| EXERCISE |
Go through the data below and work out how many lines contain "TABLE"; the answer is the number alone.

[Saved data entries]
********

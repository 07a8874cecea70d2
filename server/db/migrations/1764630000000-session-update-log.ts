import type { MigrationInterface, QueryRunner } from 'typeorm';

/** The append-only log of collaborative document updates, per session. */
export class SessionUpdateLog1764630000000 implements MigrationInterface {
  name = 'SessionUpdateLog1764630000000';

  async up(runner: QueryRunner): Promise<void> {
    await runner.query(`CREATE TABLE "session_updates" (
      "id" integer PRIMARY KEY AUTOINCREMENT NOT NULL,
      "sessionId" varchar NOT NULL REFERENCES "sessions" ("id") ON DELETE CASCADE,
      "update" blob NOT NULL,
      "createdAt" datetime NOT NULL DEFAULT (datetime('now'))
    )`);
    await runner.query(`CREATE INDEX "session_updates_session" ON "session_updates" ("sessionId", "id")`);
  }

  async down(runner: QueryRunner): Promise<void> {
    await runner.query(`DROP TABLE "session_updates"`);
  }
}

********

| PROBLEM SOLUTION |
2